He claimed that professional subterfuge served as a means of identifying members of his cohort at Chicago. He concluded his 1960 letter to Hughes on a wry note, promising to ‘save my card, collect one from Howie [Becker] and members of all the other locals, and we’ll present them to you on a birthday: for by their union cards you shall know the participant observers.’11 Such prolonged work in the field semi-disguised as a member of a trade or profession became a means of establishing one’s authority and credentials. Becker famously used his piano-playing skills to investigate ‘the natural history of an individual’s use of marihuana’ in Chicago’s jazz clubs (Becker, 1953: 236). A number of Goffman’s contemporaries offered ethnographies of the asylum from the viewpoint of an attendant. 1948 witnessed a new wave of asylum exposés including Albert Deutsch’s photo-essay The Shame of the States alongside the novel and film versions of Mary Jane Ward’s The Snake Pit, a classic in the confinement narrative genre. Harold Orlansky, an anthropology doctoral candidate at Yale, published a scathing account in Dwight Macdonald’s magazine, Politics. Based upon the observations he recorded during a fourteen month stint as an attendant, Orlansky concluded that ‘the American asylum manifests, in embryo, some of the same social mechanisms which in Germany matured into death camps’ (Orlansky, 1948: 162). A number of Chicago sociologists took up Orlansky’s suggestion that the asylum attendant, endowed with arbitrary power over others, constituted a potentially dangerous occupation worthy of concern. Harold Traxel served as an orderly for nine months while ‘no one on the staff had knowledge of the research being conducted’ (Traxel, 1953: 19). Robert H. Willoughby argued that ‘participant-observation was thought to be the best tool for putting one’s self into the same frame of reference as the attendant.’ He prided himself on
conducting eight months of observation ‘without the assistance of and to a great extent without the knowledge of the administration’ (Willoughby, 1953: 15-16). In the early 1950s, such insincere performances were standard practice at Chicago. More controversially, this cultivated insincerity shaped Goffman’s expository style. His style of observation fit within the long tradition of natural history, but his work did not read like traditional natural histories.
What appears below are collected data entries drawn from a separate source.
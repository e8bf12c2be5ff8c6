"""The record of the site effect, from the records and images of a run."""

import json
from collections.abc import Mapping
from pathlib import Path
from typing import Any

import evenblur
from evenblur.achieving import ProvingPhantom
from evenblur.command import read_record
from evenblur.images.sidecars import sidecar_path
from evenblur.measuring import plain
from evenblur.site_effect.between_sites import SitePhantom, compare_phantoms
from evenblur.site_effect.scale import scale_entry
from evenblur.site_effect.variance import SiteVariance, site_variance
from evenblur.study.periods import is_proved, proving_phantoms
from evenblur.study.reading import Study
from evenblur.study.records import Layout

SCALE_FIELDS = ("TimeZero", "ImageDecayCorrected", "ImageDecayCorrectionTime")
"""What is read from a phantom's sidecar to compare its scale; none of it is written anywhere."""


def site_effect_record(study_dir: Path, study: Study) -> dict[str, Any]:
    """What differs between sites before and after: `phantoms`, `regions`, `scale`.

    Raises
    ------
    InputError
        If a record or an image is missing, damaged, or changed since the run planned with it.
    """
    layout = Layout(study)
    plan = read_record(study_dir / layout.plan)
    target = max((plan["target"][f"{d}_mm"] or 0.0 for d in ("in_plane", "axial")), default=0.0)
    phantoms = _site_phantoms(study_dir, study, plan)
    return {
        "phantoms": compare_phantoms(phantoms, target_mm=target, study_dir=study_dir),
        "regions": compare_regions(_regional_values(study_dir, study, plan), _references(study)),
        "regions_left_out": _regions_left_out(study_dir, study, plan),
        "scale": _scale(study_dir, study, plan),
        "method": {"name": "site effect", "version": evenblur.__version__},
    }


def _site_phantoms(study_dir: Path, study: Study, plan: Mapping[str, Any]) -> list[SitePhantom]:
    layout = Layout(study)
    found = []
    for period in plan["periods"]:
        if not is_proved(period):
            continue
        kinds: set[str] = set()
        for label, directions in proving_phantoms(period).items():
            row = study.by_phantom[label]
            if row.kind in kinds:
                continue
            kinds.add(row.kind)
            record = read_record(study_dir / layout.resolution(label))
            seen = record["input"]
            identities = (seen["sha256"], seen.get("reference_sha256"))
            found.append(
                SitePhantom(
                    phantom=ProvingPhantom(label, row.image, row.kind, row.details, directions, *identities),
                    site=study.by_setup[row.setup].site,
                    period=f"{period['setup']}.{period['phantom_session']}",
                    kernel=(period["kernel"]["in_plane_mm"], period["kernel"]["axial_mm"]),
                    fit=record["fit"],
                )
            )
    return found


Values = dict[str, list[tuple[str, str, float, float]]]
"""By region: entities, site, mean before and after of every scan."""


def _accepted_records(study_dir: Path, study: Study, plan: Mapping[str, Any]) -> list[tuple[str, str, dict[str, Any]]]:
    layout = Layout(study)
    found = []
    for scan in plan["scans"]:
        row = study.by_entities.get(scan["entities"])
        if scan["status"] == "accepted" and row is not None and any(region.serves(row) for region in study.regions):
            record = read_record(study_dir / layout.regions(row.entities))
            found.append((row.entities, study.by_setup[row.setup].site, record["regions"]))
    return found


def _regional_values(study_dir: Path, study: Study, plan: Mapping[str, Any]) -> Values:
    values: Values = {}
    for entities, site, regions in _accepted_records(study_dir, study, plan):
        for region, entry in regions.items():
            if entry["before"] is not None:
                values.setdefault(region, []).append((entities, site, entry["before"], entry["after"]))
    return values


def _regions_left_out(study_dir: Path, study: Study, plan: Mapping[str, Any]) -> list[dict[str, str]]:
    return [
        {"entities": entities, "region": region, "why": entry["why"]}
        for entities, _, regions in _accepted_records(study_dir, study, plan)
        for region, entry in regions.items()
        if entry["before"] is None
    ]


def _references(study: Study) -> set[str]:
    return {row.region for row in study.regions if row.reference == "yes"}


def compare_regions(values: Values, references: set[str]) -> list[dict[str, Any]]:
    """The site effect of every region before and after.

    Parameters
    ----------
    values
        By region: entities, site, mean before and mean after of every scan.
    references
        Regions that the others of a scan are divided by (their mean where there are several); none to compare the means
        as they are.

    >>> pair = [("s1", "quay", 1.0, 2.0), ("s2", "mill", 3.0, 2.0)]
    >>> compare_regions({"cortex": pair}, set())[0]["before"]["variation"]
    0.707107
    """
    divisors: dict[str, tuple[list[float], list[float]]] = {}
    for region in sorted(references & set(values)):
        for entities, _, before, after in values[region]:
            found = divisors.setdefault(entities, ([], []))
            found[0].append(before)
            found[1].append(after)
    rows = []
    for region, scans in values.items():
        divided = bool(references) and region not in references
        entry: dict[str, Any] = {"region": region, "divided": divided, "before": None, "after": None, "why": None}
        sides: tuple[dict[str, list[float]], dict[str, list[float]]] = ({}, {})
        for entities, site, *pair in scans:
            own = divisors.get(entities) if divided else ([1.0], [1.0])
            if own is None:
                continue
            for side, value, parts in zip(sides, pair, own, strict=True):
                side.setdefault(site, []).append(value * len(parts) / sum(parts))
        if len(sides[0]) < 2:
            rows.append({**entry, "why": "fewer than two sites have a value of it"})
            continue
        rows.append({**entry, "before": _shown(site_variance(sides[0])), "after": _shown(site_variance(sides[1]))})
    return rows


def _shown(found: SiteVariance) -> dict[str, Any]:
    shown: dict[str, Any] = plain(vars(found))
    return shown


def _scale(study_dir: Path, study: Study, plan: Mapping[str, Any]) -> list[dict[str, Any]]:
    layout = Layout(study)
    entries = []
    for row in study.phantoms:
        record_file = study_dir / layout.resolution(row.phantom)
        if row.use != "yes" or "true_kbq_ml" not in row.details or not record_file.is_file():
            continue
        fit = read_record(record_file)["fit"]
        image = study_dir / row.image
        fields = _sidecar_fields(image)
        entries.append(
            scale_entry(
                phantom=row.phantom,
                period=f"{row.setup}.{row.phantom_session}",
                details=row.details,
                radionuclide=row.radionuclide,
                inside=fit.get("inside"),
                units=row.details.get("image_unit") or read_record(study_dir / layout.intake(row))["units"],
                sidecar=fields,
                acquired=row.acquired,
            )
        )
    return entries


def _sidecar_fields(image: Path) -> dict[str, Any]:
    try:
        given = json.loads(sidecar_path(image).read_text(encoding="utf-8"))
    except (OSError, ValueError, RecursionError):
        return {}
    return {name: given[name] for name in SCALE_FIELDS if name in given} if isinstance(given, dict) else {}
Where Orlansky’s article was an earnest denunciation of the dehumanizing tendencies built into the social organization of the mental hospital, Goffman never offered an outright condemnation of the treatment of patients. Instead, he carefully described the behaviors he witnessed on the ward floor, but altered their meaning by ironically framing them with the categories derived from the sociology of occupations rather than the psychopathology of mental illness (Becker, 2003). In person and on the page, he presented himself through a distant voice saturated by sarcasm, satire, and irony (Fine and Martin, 1990). Playful trickery had long formed an important part of his self-presentation. His sister, the actress Frances Bay, recalled that he was a ‘real prankster as a kid’ (Posner, 2008). Goffman, along with Becker, became known for their preferences for ‘the offbeat to the familiar, the vivid enthnographic detail to the dull taxonomy, the sensuously expressive to dry analysis, naturalistic observation to formal questionnaires, the standpoint of the hip outsider to the square insider’ (Gouldner, 1962: 208). This stance resonated with a style of mid-century dispassionate emotional restraint, what historian Peter Stearns calls ‘American Cool’ (Stearns, 1994). Cultivated insincerity allowed Goffman to advance biting criticisms while appearing detached and disinterested from the matter at hand. Irony served as his surrogate for objectivity. This calculated cynicism about modern organizational structures made him a
hero among many intellectuals on the left, but, as Gouldner suggested (1970), his was also a style championed in the hallways of 1960s Madison Avenue advertising agencies (Frank, 1997). Goffman’s innovation then was neither the problems he studied nor his investigative practice, but his advocacy of a model of personhood that closely resembled the well-established methodology of participant-observation. Historian Joel Isaac (2009) has documented how the practice of theory became central to the identity of the social scientist in the 1950s. His account focuses on a set of highly influential ‘organization men’ such as Parsons and Herbert Simon. Coming out of the University of Chicago, which had long insisted that the researcher develop an intimate knowledge of the noir aspects of the city (Salerno, 2007), Goffman developed a different model of the social theorist. His was an embedded and attentive yet coolly detached observer skilled at playing roles, the sociologist as urban hipster. This model of the researcher informed his satirical expository style and account of the self. It also informed his notorious “hypermasculine” trickster persona centered on his own composure, poise, and emotional control (Scheff, 2006: 13). His career reveals a ‘tools to theory’ heuristic as the methodology he deployed – manipulating others to pass unnoticed in the farming village, asylum ward, or casino – became a model for the individual’s experience of putting on various masks to fit the occasion. The similarities between this professional behavior and the activities of the confidence man may have suggested the latter as a model for human nature.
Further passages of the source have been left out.